C'est vrai qu'il est relou ce site, il beugue tout le temps. Chez nous, nous avons l'obligation de nous inscrire sur un site départemental également, donc ça fait un peu doublon. Mais bon pour les parents qui ne connaissent pas forcément les sites départementaux, ou ceux qui déménagent, ça peut être une bonne source d'info, car il est connu au niveau national. Pour ma part, je n'ai eu mes contacts/contrats que par un site privé connu de petites annonces spécialisé dans le domaine et le RPE.


----------



## Griselda (1 Janvier 2023)

Il est obligatoire.
Perso je n'ai pas du avoir plus de 2 contacts (non concluant) en 10 ans.
Je n'ai pas de problème avec l'idée d'y être inscrite, si ce n'est que je trouve assez discutable d'être obligée de faire figurer mes données personnelles en place public, si facilement récupérable par les sites marchands.
J'ai bien compris que l'idée première est de pouvoir dire que non on n'a pas claqué des millions pour un site innutilisé. Bien sur si la majorité des AMs n'y figure pas ou ne tient pas à jour leur dispo il devient absolument inutile pour un PE qui cherche une AM.
Bien sur on peut se demander pourquoi insister puisque la liste des AMs est à retirer au RPE et donc que les PE n'ont jamais eut besoin d'un site pour nous trouver. 

Mais bon...


----------



## kikine (2 Janvier 2023)

un jour il y a eu un site de référencement d'assistante maternelle qui a été crée, le créateur avait du faire le tour des autres sites pour récupérer les données, les pe pouvaient laisser des commentaires et des notes (en cas de conflit je peux te dire que certains pe ont démolis certaines am)
tout cela sans aucun consentement
quand je l'ai vu je leur ai immédiatement demandé de retirer mes coordonnées sous peine de plainte car je ne leur avais jamais donné mon accord pour figurer sur leur site bon nombre on fait comme moi..
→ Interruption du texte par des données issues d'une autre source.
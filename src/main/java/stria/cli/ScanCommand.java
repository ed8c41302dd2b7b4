package stria.cli;

import java.util.ArrayList;
import java.util.List;
import java.util.concurrent.Callable;
import java.util.function.Consumer;
import picocli.CommandLine;
import picocli.CommandLine.Command;
import picocli.CommandLine.Option;
import picocli.CommandLine.Parameters;
import stria.io.Region;
import stria.out.AtomicOutputs;
import stria.out.CatalogLines;
import stria.out.Gff3;
import stria.out.GffLines;
import stria.out.LocusSink;
import stria.out.MaskedFastaWriter;
import stria.out.ResultFormat;
import stria.out.ResultHeader;
import stria.out.ResultWriter;
import stria.out.Tabix;
import stria.pipeline.Genome;
import stria.pipeline.GenomeScan;
import stria.pipeline.Progress;
import stria.pipeline.ScanPlan;
import stria.pipeline.ScanSettings;
import stria.pipeline.Selection;
import stria.shard.ShardId;

/**
 * {@code stria scan}, the main job: parses the options, opens the genome, and hands a {@link ScanPlan} and the
 * writers (a list of {@link LocusSink}s) to {@link GenomeScan}.
 */
@Command(name = "scan",
        description = {
            "Scans genomes for tandem repeats and writes one line per locus.",
            "",
            "By default loci are imperfect repeats built from exact runs and extended while they still match "
                + "their consensus motif; --exact reports the exact runs (maximal repetitions) instead.",
            "Output is BED on standard output unless --bed, --tsv, --gff or --catalog name files; coordinates are 0-based, end "
                + "exclusive, sorted by input contig order, start, end and period. Files ending in .gz are "
                + "written block-gzipped (BGZF); a BED.gz gets a tabix index (.tbi) beside it.",
            ""},
        footer = {"",
            "Results are research-grade. Repeat-expansion loci matter clinically: a scan is not a diagnosis; "
                + "defer to validated assays, licensed practice and local rules.",
            "",
            "Exit status: 0 success, 1 bad input or I/O error, 2 usage error."})
public final class ScanCommand implements Callable<Integer> {
    @CommandLine.Spec
    CommandLine.Model.CommandSpec spec;

    @Parameters(paramLabel = "FASTA", arity = "1..*",
            description = "Genome files: FASTA, plain, gzip or BGZF (with .fai/.gzi for random access); - reads "
                    + "standard input.")
    List<String> inputs = new ArrayList<>();

    @CommandLine.Mixin
    ScanSettingOptions scanOptions = new ScanSettingOptions();

    @Option(names = {"-o", "--bed"}, paramLabel = "FILE", description = "Write BED here (- for standard "
            + "output; the default when no other output is named).")
    String bed;

    @Option(names = "--tsv", paramLabel = "FILE", description = "Write the TSV table with every figure here "
            + "(- for standard output).")
    String tsv;

    @Option(names = "--gff", paramLabel = "FILE", description = "Also write the loci as GFF3 with Sequence "
            + "Ontology types by period: 1 tandem_repeat, 2-10 microsatellite, 11-40 minisatellite, longer "
            + "satellite_DNA (- for standard output; .gz gives BGZF with a tabix index).")
    String gff;

    @Option(names = "--catalog", paramLabel = "FILE", description = "Also write an STR catalogue: one row per "
            + "locus up to --catalog-max-period, with a stable id and the genome's bases beside it (TSV; - for "
            + "standard output; .gz gives BGZF).")
    String catalog;

    @Option(names = "--catalog-max-period", paramLabel = "N", description = "Largest period in the catalogue "
            + "(default: " + CatalogLines.DEFAULT_MAX_PERIOD + ").")
    int catalogMaxPeriod = CatalogLines.DEFAULT_MAX_PERIOD;

    @Option(names = "--flank", paramLabel = "N", description = "Bases of each flank in the catalogue (default: "
            + CatalogLines.DEFAULT_FLANK + ", at most " + CatalogLines.MAX_FLANK + "; shorter at contig ends).")
    int flank = CatalogLines.DEFAULT_FLANK;

    @Option(names = "--region", paramLabel = "REGION", description = "Scan only this region, e.g. ctg2 or "
            + "ctg2:1,001-2,000 (1-based, inclusive; repeatable). Loci starting inside are reported whole. Uses "
            + "the .fai (and .gzi) index when present.")
    List<String> regions = new ArrayList<>();

    @Option(names = "--shard", paramLabel = "K/N", converter = ShardIdConverter.class, description = "Scan only "
            + "shard K of N of a deterministic, base-balanced split of the input (for cluster job arrays; combine "
            + "with 'stria merge').")
    ShardId shard;

    @Option(names = "--masked", paramLabel = "FILE", description = "Also write the genome with every reported "
            + "locus masked (FASTA, 60 bases a line; .gz gives BGZF that samtools faidx can index).")
    String masked;

    @Option(names = "--mask-style", paramLabel = "STYLE", description = "soft: loci in lower case, the rest "
            + "upper case (default); keep: loci in lower case, the rest as in the input; hard: loci as N.")
    MaskStyle maskStyle = MaskStyle.soft;

    enum MaskStyle {
        soft(MaskedFastaWriter.Mode.SOFT), keep(MaskedFastaWriter.Mode.SOFT_KEEP), hard(MaskedFastaWriter.Mode.HARD);

        final MaskedFastaWriter.Mode mode;

        MaskStyle(MaskedFastaWriter.Mode mode) {
            this.mode = mode;
        }
    }

    @Option(names = "--progress", description = "Report progress on stderr even when it is not a terminal.")
    boolean progress;

    @Option(names = {"-q", "--quiet"}, description = "No progress and no warnings on stderr.")
    boolean quiet;

    @CommandLine.Mixin(name = CommonOptions.NAME)
    CommonOptions common;

    @Override
    public Integer call() {
        ScanSettings settings = settings();
        Consumer<String> warn = quiet ? m -> { } : m -> System.err.println("stria: warning: " + m);
        try (Genome genome = Genome.open(inputs, warn); AtomicOutputs outputs = new AtomicOutputs(inputs)) {
            ScanPlan plan = ScanPlan.of(genome, selection(genome));
            String bedPath = bed == null && tsv == null && gff == null && catalog == null ? "-" : bed;
            List<String> toStdout = new ArrayList<>();
            String[][] named = {{"--bed", bedPath}, {"--tsv", tsv}, {"--gff", gff}, {"--catalog", catalog}};
            for (String[] o : named) {
                if ("-".equals(o[1])) {
                    toStdout.add(o[0]);
                }
            }
            if (toStdout.size() > 1) {
                throw new CommandLine.ParameterException(spec.commandLine(),
                        String.join(" and ", toStdout) + " cannot all write to standard output");
            }
            ResultHeader resultHeader = plan.header(Main.VERSION, commandText(), settings);
            List<String> header = resultHeader.lines();
            // a shard's result proves it is complete with a closing line, which merge checks
            boolean sealed = resultHeader.shard() != null;
            List<LocusSink> sinks = new ArrayList<>();
            if (bedPath != null) {
                sinks.add(resultWriter(outputs, bedPath, ResultFormat.BED, header, sealed));
                Tabix.indexOnCommit(outputs, bedPath);
            }
            if (tsv != null) {
                sinks.add(resultWriter(outputs, tsv, ResultFormat.TSV, header, sealed));
            }
            if (gff != null) {
                List<String> lines = new ArrayList<>(Gff3.pragmas(genome.contigs()));
                lines.addAll(header);
                sinks.add(resultWriter(outputs, gff, new GffLines(), null, lines, sealed));
                Tabix.indexGffOnCommit(outputs, gff);
            }
            if (catalog != null) {
                CatalogLines rows = new CatalogLines(catalogMaxPeriod, flank);
                List<String> lines = new ArrayList<>(header);
                lines.addAll(rows.headerLines());
                sinks.add(resultWriter(outputs, catalog, rows, CatalogLines.COLUMNS, lines, sealed));
            }
            if (masked != null) {
                sinks.add(new MaskedFastaWriter(outputs.open(masked), maskStyle.mode));
            }
            boolean showProgress = !quiet && (progress || Progress.stderrIsTerminal());
            try (Progress p = new Progress(plan.bases(), showProgress, System.err)) {
                new GenomeScan(settings, p).run(plan, LocusSink.all(sinks));
            }
            outputs.commit();
        }
        return 0;
    }

    private static ResultWriter resultWriter(AtomicOutputs outputs, String path, ResultFormat format,
                                             List<String> header, boolean sealed) {
        ResultWriter w = new ResultWriter(outputs.open(path), AtomicOutputs.displayName(path), format);
        if (sealed) {
            w.sealed();
        }
        w.header(header);
        return w;
    }

    private static ResultWriter resultWriter(AtomicOutputs outputs, String path, ResultWriter.Lines lines,
                                             String columnRow, List<String> header, boolean sealed) {
        ResultWriter w = new ResultWriter(outputs.open(path), AtomicOutputs.displayName(path), lines, columnRow);
        if (sealed) {
            w.sealed();
        }
        w.header(header);
        return w;
    }

    /** What to scan: the regions (parsed against the genome's contigs), the shard, or everything. */
    private Selection selection(Genome genome) {
        if (shard != null) {
            return Selection.shard(shard);
        }
        if (regions.isEmpty()) {
            return Selection.wholeGenome();
        }
        List<Region> parsed = new ArrayList<>();
        for (String text : regions) {
            try {
                parsed.add(Region.parse(text, genome.contigs()));
            } catch (IllegalArgumentException e) {
                throw new CommandLine.ParameterException(spec.commandLine(), "--region " + text + ": "
                        + e.getMessage());
            }
        }
        return Selection.regions(parsed);
    }

    private String commandText() {
        return String.join(" ", spec.commandLine().getParseResult().originalArgs());
    }

    /** Checks the options (usage errors, exit 2) and builds the settings through {@link ScanOptions}. */
    ScanSettings settings() {
        require(inputs.stream().filter("-"::equals).count() <= 1,
                "standard input (-) is given more than once; it can be read only once");
        require(shard == null || regions.isEmpty(), "--shard and --region cannot be combined");
        require(catalogMaxPeriod >= 1, "--catalog-max-period must be at least 1 (got " + catalogMaxPeriod + ")");
        require(flank >= 0 && flank <= CatalogLines.MAX_FLANK, "--flank must be 0 to " + CatalogLines.MAX_FLANK
                + " (got " + flank + ")");
        require(masked == null || (shard == null && regions.isEmpty()),
                "--masked writes whole genomes: it cannot be combined with --shard or --region");
        return scanOptions.settings(spec.commandLine());
    }

    private void require(boolean ok, String message) {
        if (!ok) {
            throw new CommandLine.ParameterException(spec.commandLine(), message);
        }
    }

    /** {@code --shard K/N}: a usage error unless {@code 1 <= K <= N}. */
    static final class ShardIdConverter implements CommandLine.ITypeConverter<ShardId> {
        @Override
        public ShardId convert(String text) {
            try {
                return ShardId.parse(text);
            } catch (IllegalArgumentException e) {
                throw new CommandLine.TypeConversionException(e.getMessage());
            }
        }
    }
}
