package stria.cli;

import java.io.OutputStream;
import java.util.List;
import java.util.concurrent.Callable;
import picocli.CommandLine.Command;
import picocli.CommandLine.Mixin;
import picocli.CommandLine.Model.CommandSpec;
import picocli.CommandLine.Option;
import picocli.CommandLine.ParameterException;
import picocli.CommandLine.Parameters;
import picocli.CommandLine.Spec;
import stria.out.AtomicOutputs;
import stria.report.Gaps;
import stria.report.HtmlReport;
import stria.report.ResultReader;
import stria.report.ResultSet;
import stria.report.Summary;
import stria.report.SummaryTsv;

/** {@code stria report}: a summary of finished TSV results, as an HTML page and/or as TSV on stdout. */
@Command(name = "report",
        description = {
                "Summarise TSV results of one genome: an HTML page with tables and charts, or a TSV summary.",
                "Several files are read as the parts of one genome's results (shards, regions); they must "
                        + "share the input fingerprint and the settings."},
        footerHeading = "%n",
        footer = {SummaryTsv.COLUMN_HELP})
public final class ReportCommand implements Callable<Integer> {

    @Spec
    CommandSpec spec;

    @Option(names = "--html", paramLabel = "FILE",
            description = "Write a self-contained HTML report (charts inline, nothing fetched) to FILE.")
    String html;

    @Option(names = "--genome", paramLabel = "FASTA",
            description = "The genome the results were made from: its N gaps are left out of the bases that "
                    + "shares are counted over, and drawn in the density charts.")
    String genome;

    @Option(names = "--compare", paramLabel = "FILE",
            description = "A compare result (TSV): the HTML report lists its 20 most-changed loci.")
    String compare;

    @Option(names = "--summary", description = "Print the summary table as TSV on stdout (columns below).")
    boolean summary;

    @Mixin(name = CommonOptions.NAME)
    CommonOptions common;

    @Parameters(arity = "1..*", paramLabel = "RESULTS.tsv",
            description = "TSV results of stria scan or merge (plain, gzip or BGZF; - for stdin).")
    List<String> results;

    @Override
    public Integer call() {
        if (html == null && !summary) {
            throw new ParameterException(spec.commandLine(), "choose an output: --html FILE and/or --summary");
        }
        if ("-".equals(html) && summary) {
            throw new ParameterException(spec.commandLine(), "--html - and --summary would both write to stdout");
        }
        if (results.stream().filter("-"::equals).count() > 1) {
            throw new ParameterException(spec.commandLine(), "standard input (-) can be read only once");
        }
        List<String> read = new java.util.ArrayList<>(results);
        read.addAll(java.util.Arrays.asList(genome, compare));
        read.removeIf(java.util.Objects::isNull);
        // outputs are checked against the inputs (and each other) before anything is read
        try (AtomicOutputs outs = new AtomicOutputs(read)) {
            OutputStream page = html == null ? null : outs.open(html);
            OutputStream table = summary ? outs.open("-") : null;
            ResultSet r = ResultReader.read(results);
            Gaps gaps = genome == null ? Gaps.unknown(r.header().contigs().size()) : Gaps.read(genome, r.header());
            Summary s = Summary.of(r, gaps);
            if (!r.missingShards().isEmpty()) {
                System.err.println("stria report: warning: shards " + r.missingShards() + " of "
                        + r.shards().get(0).n() + " are missing; the report covers only the shards given");
            }
            if (page != null) {
                HtmlReport.write(r, s, gaps, compare, page);
            }
            if (table != null) {
                SummaryTsv.write(s, table);
            }
            outs.commit();
        }
        return 0;
    }
}
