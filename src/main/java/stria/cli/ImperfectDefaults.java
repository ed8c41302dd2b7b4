package stria.cli;

import stria.score.ScoreSettings;

/**
 * Defaults of the imperfect mode (chosen by the scorer on the planted-truth benchmark), as compile-time
 * text so that {@code --help} can show them.
 */
final class ImperfectDefaults {
    static final String MIN_COPIES = "" + ScoreSettings.DEFAULT_MIN_COPIES;
    static final String MIN_LENGTH = "" + ScoreSettings.DEFAULT_MIN_LENGTH;
    static final String MIN_PURITY = "" + ScoreSettings.DEFAULT_MIN_PURITY;
    static final String MIN_SCORE = "" + ScoreSettings.DEFAULT_MIN_SCORE;

    private ImperfectDefaults() {
    }

    static ScoreSettings settings(int maxPeriod) {
        return ScoreSettings.defaults().withMaxPeriod(maxPeriod);
    }
}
bizarrement leur site a disparu quelques jours après


----------



## Missunivers (2 Janvier 2023)

Je l ai fait récemment y m ont  demandé mon agrément


----------



## nanny mcfee (3 Janvier 2023)

Vous devez être inscrit pour voir cette image jointe » Je m'inscris


	Vous devez être inscrit pour voir cette image jointe » Je m'inscris
    enfin ça a marchééééééé!!!! perdez pas espoir mes amis gardez la foi


----------



## Catie6432 (3 Janvier 2023)

Nanny mcfee, je ne t'imaginais pas aussi ... poilue ! 😲🤔😁😉
Ok je sors ... 🤪


----------



## nanny mcfee (3 Janvier 2023)

@Catie6432   c'est le résultat du site mon enfant.fr  on nous dit de se répété plusieurs fois par jour, là je peux enfin faire mon épilation et aussi coupé mes ongles hi hi!!!!!


----------



## Catie6432 (3 Janvier 2023)

Ou alors tu attends la saison de la mue ... 😉😂
Journée institut de beauté chez nanny ! 💅


----------



## Chippie (Lundi à 09:06)

Pour ma part je ne me suis jamais inscrite sur le site ( obligatoire ou pas ) je n'en voit pas l'intérêt, on ne peut obliger une personne à figurer sur un site internet.
Ce qui imposerait une obligation d'avoir une connexion internet, et un ordinateur, et une imprimante ou scan. Mais qui paye ?  Quand l'administration prendra en charge le coût de l'abonnement et me fournira le matériel nécessaire je me reposerai la question. Et vu les commentaires je n'ai rien raté. 
Les parents peuvent trouver la liste des AM dans divers point comme les mairie, les relais , PMI, CD. 
Je me pose sérieusement la question de tout couper. Et que l'on retrouve un service public humain composé de personne en chair et en os et d'avoir quelqu'un au bout du fil qui décroche le téléphone avec qui on peut échanger et poser des questions et qui saurons répondre, plutôt qu'une machine et des boîtes vocal


----------



## GénéralMétal1988 (Lundi à 09:17)

Bonjour

Un tuyau qui peut être utile, il ne faut pas valider les propositions prédictives (j'ai un doute sur le terme), proposėes par votre ordi ou téléphone,  tablette, du style si vous entrez les premières mettre de votre nom, votre ordi propose directement les coordonnées complètes et par facilité (ce qui est le but) les formulaires se remplissent automatiquement.  Non il faut bien tout entrer ligne par ligne sans avoir recours à cette astuce.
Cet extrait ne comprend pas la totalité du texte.